FDR’s Taxes Deepened the Great Depression

Professor Ohanian is a UCLA economist well-known for his research on the Great Depression. Below I quote a few of his recent observations (with co-author Cooley):

(p. A17) In 1937, after several years of partial recovery from the Great Depression, the U.S. economy fell into a sharp recession. The episode has become a lightning rod in the ongoing debate about whether the economy needs further increases in government spending to keep employment from declining even more.
. . .
The economy did not tank in 1937 because government spending declined. Increases in tax rates, particularly capital income tax rates, and the expansion of unions, were most likely responsible. Unfortunately, these same factors pose a similar threat today.
. . .
. . . in 1936, the Roosevelt administration pushed through a tax on corporate profits that were not distributed to shareholders. The sliding scale tax began at 7% if a company retained 1% of its net income, and went to 27% if a company retained 70% of net income. This tax significantly raised the cost of investment, as most investment is financed with a corporation’s own retained earnings.
The tax rate on dividends also rose to 15.98% in 1932 from 10.14% in 1929, and then doubled again by 1936. Research conducted last year by Ellen McGratten of the Federal Reserve Bank of Minneapolis suggests that these increases in capital income taxation can account for much of the 26% decline in business fixed investment that occurred in 1937-1938.

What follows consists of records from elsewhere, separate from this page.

//! A server as a process, on a database with one rig whose batches need no solve.

use std::{
    io::{BufRead, BufReader},
    path::{Path, PathBuf},
    process::{Child, Command, Stdio},
};

use bitassay::ledger::{
    checkpoint::{Checkpoint, Verifier},
    proofs::extends,
    tree::Hash,
};
use serde_json::{Value, json};
use sqlx::{AssertSqlSafe, ConnectOptions, Connection, SqliteConnection, sqlite::SqliteConnectOptions};
use tempfile::TempDir;

use crate::client::{Client, Reply};

const ROUNDS: u64 = 400_000;

/// A database's folder.
pub struct Site {
    pub folder: TempDir,
}

impl Site {
    pub fn new() -> Self {
        Self { folder: tempfile::tempdir().unwrap() }
    }

    /// The same files in another folder; nobody may be using them.
    pub fn copy(&self) -> Self {
        let copy = Self::new();
        for entry in std::fs::read_dir(self.folder.path()).unwrap() {
            let entry = entry.unwrap();
            std::fs::copy(entry.path(), copy.folder.path().join(entry.file_name())).unwrap();
        }
        copy
    }

    pub fn database(&self) -> PathBuf {
        self.folder.path().join("ledger.sqlite")
    }

    pub fn key(&self) -> PathBuf {
        self.folder.path().join("ledger.key")
    }

    /// The command that serves it, from some other program perhaps.
    pub fn command(&self, program: Command, database: &Path) -> Command {
        let mut command = program;
        command.env_remove("RUST_LOG").args(["serve", "--listen", "127.0.0.1:0", "--audit-interval", "1", "--database"]);
        command.arg(database).arg("--ledger-key").arg(self.key()).stderr(Stdio::piped());
        command
    }

    pub fn serve(&self) -> Process {
        Process::start(self.command(bitassay(), &self.database()))
    }

    /// A server on a new database, and the time after which batches may begin.
    pub fn first(&self) -> (Process, Value) {
        let process = self.serve();
        let began = declare(&process.client);
        (process, began)
    }

    /// Runs statements on the database beside the server, with no trigger in the way.
    pub fn meddle(&self, statements: &[&str]) {
        on(&self.database(), async |mut connection| {
            let triggers: Vec<String> =
                sqlx::query_scalar("SELECT name FROM sqlite_schema WHERE type = 'trigger'").fetch_all(&mut connection).await.unwrap();
            for trigger in triggers {
                sqlx::query(AssertSqlSafe(format!("DROP TRIGGER {trigger}"))).execute(&mut connection).await.unwrap();
            }
            for statement in statements {
                let done = sqlx::query(AssertSqlSafe((*statement).to_owned())).execute(&mut connection).await.unwrap();
                assert!(done.rows_affected() > 0, "{statement} did nothing");
            }
            connection.close().await.unwrap();
        });
    }
}

pub fn bitassay() -> Command {
    Command::new(env!("CARGO_BIN_EXE_bitassay"))
}

/// Works on a database.
pub fn on<T>(database: &Path, work: impl AsyncFnOnce(SqliteConnection) -> T) -> T {
    let options = SqliteConnectOptions::new().filename(database).foreign_keys(false);
    tokio::runtime::Runtime::new().unwrap().block_on(async { work(options.connect().await.unwrap()).await })
}

/// Declares the rig and commits; answers with the time of the commitment.
pub fn declare(client: &Client) -> Value {
    let profile = json!({
        "scenario": { "preparations": 2, "measurements": 1, "outcomes": 2, "carrier_dimension": 1, "leakage": 0.1, "targets": [[0, 0]] },
        "rounds": "memory", "level": "lean", "setting_distribution": [[0.5], [0.5]],
    });
    client.put_rig("bench", &profile, &[]).expect(201);
    let order = json!({"expected_behaviour": [[[0.78, 0.22]], [[0.22, 0.78]]], "rounds": ROUNDS});
    client.post_commitment("bench", &order).expect(201).json()["recorded_at"].clone()
}

/// One batch after another, all different: every third began too early, and is refused.
pub fn batch(number: u64, began: &Value) -> Value {
    let first = ROUNDS * 39 / 100 + number % 1000;
    let began = if number % 3 == 2 { &json!("2020-01-01T00:00:00Z") } else { began };
    json!({
        "counts": [[[first, ROUNDS / 2 - first]], [[ROUNDS / 2 - first, first]]], "started_at": began, "ended_at": "2100-01-01T00:00:00Z",
    })
}

/// What a batch is answered with.
pub fn status(number: u64) -> u16 {
    if number % 3 == 2 { 422 } else { 201 }
}

pub struct Process {
    pub child: Child,
    pub client: Client,
}

impl Process {
    pub fn start(mut command: Command) -> Self {
        let mut child = command.spawn().unwrap();
        let mut lines = BufReader::new(child.stderr.take().unwrap()).lines();
        let first = lines.next().unwrap().unwrap();
        let mut listening = lines.by_ref().map_while(Result::ok);
        let listening = std::iter::once(first).chain(&mut listening).find(|line| line.starts_with("listening on "));
        let client = Client::new(listening.expect("a server").trim_start_matches("listening on ").to_owned());
        // The rest is read as well, so that the process never waits for room to write.
        std::thread::spawn(move || lines.for_each(drop));
        Self { child, client }
    }

    pub fn post(&self, number: u64, began: &Value) -> Reply {
        self.client.post_batch("bench", &format!("batch-{number}"), &batch(number, began))
    }

    /// The current checkpoint, confirmed.
    pub fn checkpoint(&self) -> Checkpoint {
        let key: Verifier = self.client.get("/v1/ledger/key").expect(200).text().trim().parse().unwrap();
        key.confirm(self.client.get("/v1/ledger/checkpoint").expect(200).text()).unwrap()
    }

    /// Whether the ledger is an extension of an earlier checkpoint.
    pub fn extends(&self, old: &Checkpoint, new: &Checkpoint) -> bool {
        let proof = self.client.get(&format!("/v1/ledger/proofs/consistency?from={}&to={}", old.size, new.size)).expect(200).json();
        let hashes = proof["proof"].as_array().unwrap().iter().map(|hash| Hash::try_from(hex::decode(hash.as_str().unwrap()).unwrap()));
        let hashes: Vec<Hash> = hashes.map(Result::unwrap).collect();
        extends((old.size, &old.root), (new.size, &new.root), &hashes)
    }

    /// Asks the server to end, and waits.
    pub fn stop(mut self) {
        let sent = Command::new("kill").args(["-TERM", &self.child.id().to_string()]).status().unwrap();
        assert!(sent.success() && self.child.wait().unwrap().success());
    }
}

impl Drop for Process {
    fn drop(&mut self) {
        drop(self.child.kill());
        drop(self.child.wait());
    }
}
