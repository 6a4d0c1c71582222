//! A disk that is full, and one that takes no more writes.

use std::{
    fs,
    path::{Path, PathBuf},
    process::Command,
};

use serde_json::Value;

use crate::{
    client::Reply,
    process::{Process, Site, declare, status},
};

const PROBLEM: &str = "urn:bitassay:problem:storage";

/// Posts until the ledger takes no more; answers with what was answered before.
fn fill(process: &Process, began: &Value) -> Vec<Reply> {
    let mut replies = vec![];
    for number in 0..100_000 {
        let reply = process.post(number, began);
        if reply.status == 503 {
            assert_eq!(reply.json()["type"], PROBLEM, "{}", reply.text());
            assert!(reply.header("retry-after").is_some());
            return replies;
        }
        assert_eq!(reply.status, status(number), "{}", reply.text());
        replies.push(reply);
    }
    panic!("the disk never filled");
}

/// What was answered is there, and what was refused is taken once there is room; without a restart.
fn recovered(process: &Process, began: &Value, replies: &[Reply]) {
    let next = replies.len() as u64;
    process.post(next, began).expect(status(next));
    for (number, reply) in replies.iter().enumerate() {
        assert_eq!(process.post(number as u64, began).body, reply.body);
    }
    assert_eq!(process.checkpoint().size, 3 + next + 1);
    process.client.get("/readyz").expect(200);
}

/// A file size limit of the process, set from outside: from then on nothing it writes reaches the disk.
#[cfg(target_os = "linux")]
#[test]
fn a_disk_that_takes_no_more_writes_loses_nothing() {
    let site = Site::new();
    // The signal that comes with the limit is ignored, as the error is what matters.
    let mut program = Command::new("env");
    program.args(["--ignore-signal=XFSZ", env!("CARGO_BIN_EXE_bitassay")]);
    let process = Process::start(site.command(program, &site.database()));
    let began = declare(&process.client);
    let mut replies: Vec<Reply> = (0..3).map(|number| process.post(number, &began)).collect();
    let limit = |limit: &str| {
        let process = process.child.id().to_string();
        assert!(Command::new("prlimit").args(["--pid", &process, &format!("--fsize={limit}:unlimited")]).status().unwrap().success());
    };
    limit("1");
    for _ in 0..3 {
        let problem = process.post(3, &began).expect(503).json();
        assert_eq!(problem["type"], PROBLEM, "{problem}");
        process.client.get("/v1/certifications").expect(200);
        process.client.get("/v1/ledger/checkpoint").expect(503);
    }
    limit("unlimited");
    recovered(&process, &began, &replies);
    replies.push(process.post(3, &began));
    process.stop();
    let process = site.serve();
    for (number, reply) in replies.iter().enumerate() {
        assert_eq!(process.post(number as u64, &began).body, reply.body);
    }
}

/// Files that cannot be changed any more, beneath a running server. Needs a file system and a user that can make them so.
#[cfg(target_os = "linux")]
#[test]
fn files_that_become_read_only_are_waited_for() {
    let site = Site::new();
    let process = Process::start(site.command(Command::new(env!("CARGO_BIN_EXE_bitassay")), &site.database()));
    let began = declare(&process.client);
    let replies: Vec<Reply> = (0..3).map(|number| process.post(number, &began)).collect();
    let mut log = site.database().into_os_string();
    log.push("-wal");
    let change =
        |flag: &str| Command::new("chattr").arg(flag).arg(site.database()).arg(&log).output().is_ok_and(|output| output.status.success());
    if !change("+i") {
        change("-i");
        println!("not run: this machine does not let the test make files immutable");
        return;
    }
    let refused = [process.post(3, &began), process.post(3, &began)];
    let read = [process.client.get("/livez"), process.client.get("/v1/certifications")];
    // Before anything can fail: nobody could remove the folder otherwise.
    assert!(change("-i"));
    for reply in refused {
        assert_eq!(reply.expect(503).json()["type"], PROBLEM);
    }
    read.into_iter().for_each(|reply| drop(reply.expect(200)));
    recovered(&process, &began, &replies);
}

/// A file system of its own, of three megabytes, in a name space that ends with the server. Needs the right to make one.
#[cfg(target_os = "linux")]
fn small_disk(site: &Site, then: &str) -> Option<(Command, PathBuf)> {
    let disk = site.folder.path().join("disk");
    fs::create_dir(&disk).unwrap();
    let script = format!("mount -t tmpfs -o size=3m tmpfs {0} && {then} exec {1} \"$@\"", disk.display(), env!("CARGO_BIN_EXE_bitassay"));
    let allowed = Command::new("unshare")
        .args(["-rm", "mount", "-t", "tmpfs", "tmpfs"])
        .arg(&disk)
        .output()
        .is_ok_and(|output| output.status.success());
    if !allowed {
        println!("not run: this machine does not let the test make a file system");
        return None;
    }
    let mut command = Command::new("unshare");
    command.args(["-rm", "sh", "-c", &script, "sh"]);
    Some((command, disk))
}

#[cfg(target_os = "linux")]
#[test]
fn a_full_disk_loses_nothing() {
    let site = Site::new();
    let Some((program, disk)) = small_disk(&site, "") else { return };
    let process = Process::start(site.command(program, &disk.join("ledger.sqlite")));
    let began = declare(&process.client);
    // The server's file system is seen from here through its process.
    let seen = PathBuf::from(format!("/proc/{}/root{}", process.child.id(), disk.display()));
    let ballast = seen.join("ballast");
    fs::write(&ballast, vec![0; 1 << 20]).unwrap();
    let replies = fill(&process, &began);
    assert!(!replies.is_empty());
    let detail = process.post(replies.len() as u64, &began).expect(503).json()["detail"].to_string();
    assert!(detail.contains("the disk is full"), "{detail}");
    process.client.get("/v1/certifications?limit=3").expect(200);
    fs::remove_file(&ballast).unwrap();
    recovered(&process, &began, &replies);
    println!("disk full after {} batches; all there, and more taken once there was room", replies.len());
}

#[cfg(target_os = "linux")]
#[test]
fn a_read_only_database_is_named_at_the_start() {
    let site = Site::new();
    let then =
        |database: &Path| format!("touch {0} && mount -o remount,ro {1} &&", database.display(), database.parent().unwrap().display());
    let database = site.folder.path().join("disk").join("ledger.sqlite");
    let Some((program, _)) = small_disk(&site, &then(&database)) else { return };
    let output = site.command(program, &database).output().unwrap();
    assert_eq!(output.status.code(), Some(2));
    let words = String::from_utf8(output.stderr).unwrap();
    assert!(words.contains("ledger.sqlite") && words.contains("readonly") || words.contains("read-only"), "{words}");
    assert_eq!(words.lines().count(), 1, "{words}");
}
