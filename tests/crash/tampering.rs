//! A database that somebody changed: nothing is signed, nothing is recorded, and the service says where.

use std::{fs, time::Duration};

use serde_json::Value;

use crate::process::{Process, Site};

const SIX: u64 = 6;

/// Six batches, signed for.
fn filled(site: &Site) -> Value {
    let (process, began) = site.first();
    for number in 0..SIX {
        process.post(number, &began);
    }
    // Key, profile, commitment, certifications.
    assert_eq!(process.checkpoint().size, 3 + SIX);
    process.stop();
    began
}

/// The server refuses, and its words contain these; the history can be read all the same.
fn assert_refuses(process: &Process, began: &Value, words: &[&str]) {
    let problem = process.client.get("/v1/ledger/checkpoint").expect(503).json();
    let detail = problem["detail"].as_str().unwrap().to_owned();
    assert!(words.iter().all(|word| detail.contains(word)), "{detail}: {words:?}");
    assert_eq!(problem["type"], "urn:bitassay:problem:ledger-fault");
    let ready = process.client.get("/readyz").expect(503).json();
    assert_eq!(ready["checks"][0]["name"], "ledger", "{ready}");
    assert!(detail.contains(ready["checks"][0]["detail"].as_str().unwrap()));
    assert_eq!(process.post(99, began).expect(503).json()["type"], problem["type"]);
    process.client.get("/v1/certifications?limit=1").expect(200);
}

#[test]
fn an_edited_row_is_found_and_named() {
    let edits: [(&str, &[&str]); 12] = [
        ("UPDATE certifications SET certified_bits = certified_bits + 1 WHERE entry = 1", &["entry 4 ", "certified_bits is not"]),
        (
            "UPDATE certifications SET record = replace(record, '2100-01-01', '2100-01-02') WHERE entry = 3",
            &["entry 6 ", "record_sha256 is not"],
        ),
        ("UPDATE certifications SET failure = 0.5 WHERE entry = 0", &["entry 3 ", "failure is not"]),
        ("UPDATE certifications SET recorded_at = recorded_at + 1 WHERE entry = 0", &["entry 3 ", "recorded_at is not"]),
        ("UPDATE submissions SET idempotency_key = 'another' WHERE entry = 2", &["entry 5 ", "idempotency_key is not"]),
        ("UPDATE submissions SET refusal = '{}' WHERE entry = 2", &["entry 5 ", "refusal_sha256 is not"]),
        ("DELETE FROM submissions WHERE entry = 5", &["entry 8 ", "idempotency_key"]),
        ("DELETE FROM certifications WHERE entry = 5", &["entry 8 ", "gone"]),
        ("UPDATE rig_profiles SET profile = json_set(profile, '$.notes', 'x')", &["entry 1 (profile bench/1)", "profile_sha256"]),
        ("UPDATE witnesses SET document = json_set(document, '$.value', '1')", &["the witness sha256:"]),
        ("UPDATE tree_leaves SET entry = replace(entry, '\"number\":4', '\"number\":5') WHERE leaf = 7", &["entry 7 ", "hashed"]),
        ("UPDATE tree_leaves SET nodes = zeroblob(length(nodes)) WHERE leaf = 4", &["entry 4 ", "hashed"]),
    ];
    let original = Site::new();
    let began = filled(&original);
    for (edit, words) in edits {
        let site = original.copy();
        site.meddle(&[edit]);
        assert_refuses(&site.serve(), &began, words);
    }
}

/// Rows and leaves that agree with each other, but not with what was signed, or with each other's number.
#[test]
fn a_rewritten_history_is_not_what_was_signed() {
    let site = Site::new();
    let began = filled(&site);
    site.meddle(&[
        "DELETE FROM submissions WHERE entry = 5",
        "DELETE FROM certification_commitments WHERE entry = 5",
        "DELETE FROM certifications WHERE entry = 5",
        "DELETE FROM tree_leaves WHERE leaf = 8",
    ]);
    assert_refuses(&site.serve(), &began, &["8 entries", "9 entries was signed", "backup", "new key"]);

    let site = Site::new();
    let began = filled(&site);
    site.meddle(&["INSERT INTO certifications SELECT 6, 'x', rig, profile_version, verdict, reason, recorded_at, certified_bits, rounds, failure, record \
                   FROM certifications WHERE entry = 0"]);
    assert_refuses(&site.serve(), &began, &["the certification x is not in the tree"]);
}

#[test]
fn an_edit_beneath_a_running_server_is_found() {
    let site = Site::new();
    let (process, began) = site.first();
    for number in 0..SIX {
        process.post(number, &began);
    }
    process.checkpoint();
    site.meddle(&["UPDATE certifications SET certified_bits = 7 WHERE entry = 1"]);
    // The ledger is gone through every second here; the test waits for as long as it takes.
    while process.client.get("/readyz").status == 200 {
        std::thread::sleep(Duration::from_millis(50));
    }
    assert_refuses(&process, &began, &["entry 4 ", "certified_bits"]);
}

#[test]
fn a_damaged_file_is_found() {
    let site = Site::new();
    let began = filled(&site);
    // One byte of each record's text, changed in the file behind SQLite's back; some places are left-overs that nobody reads.
    let bytes = fs::read(site.database()).unwrap();
    let text = b"\"ended_at\":\"2100-01-01";
    let places: Vec<usize> = bytes.windows(text.len()).enumerate().filter(|(_, window)| window == text).map(|(place, _)| place).collect();
    let mut changed = bytes.clone();
    assert!(!places.is_empty());
    places.iter().for_each(|place| changed[place + text.len() - 1] ^= 1);
    fs::write(site.database(), &changed).unwrap();
    assert_refuses(&site.serve(), &began, &["record_sha256 is not what was recorded"]);

    // Whole pages, as a disk loses them.
    let mut changed = bytes;
    places.iter().for_each(|place| changed[place / 4096 * 4096..][..4096].fill(0));
    fs::write(site.database(), &changed).unwrap();
    let process = site.serve();
    let problem = process.client.get("/v1/ledger/checkpoint").expect(503).json();
    assert_eq!(problem["type"], "urn:bitassay:problem:ledger-fault", "{problem}");
    process.client.get("/readyz").expect(503);
    process.post(99, &began).expect(503);
}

For the full commentary, see:
THOMAS F. COOLEY AND LEE E. OHANIAN. “Gates and Buffett Take the Pledge; Wealthy businessmen often feel obligated to ‘give back.’ Who says they’ve taken anything?” The Wall Street Journal (Fri., AUGUST 20, 2010): A15.
(Note: ellipses added.)

That McGratten paper is:
McGrattan, Ellen R. “Capital Taxation During the U.S. Great Depression.” Working Paper 670, Federal Reserve Bank of Minneapolis, April 2009.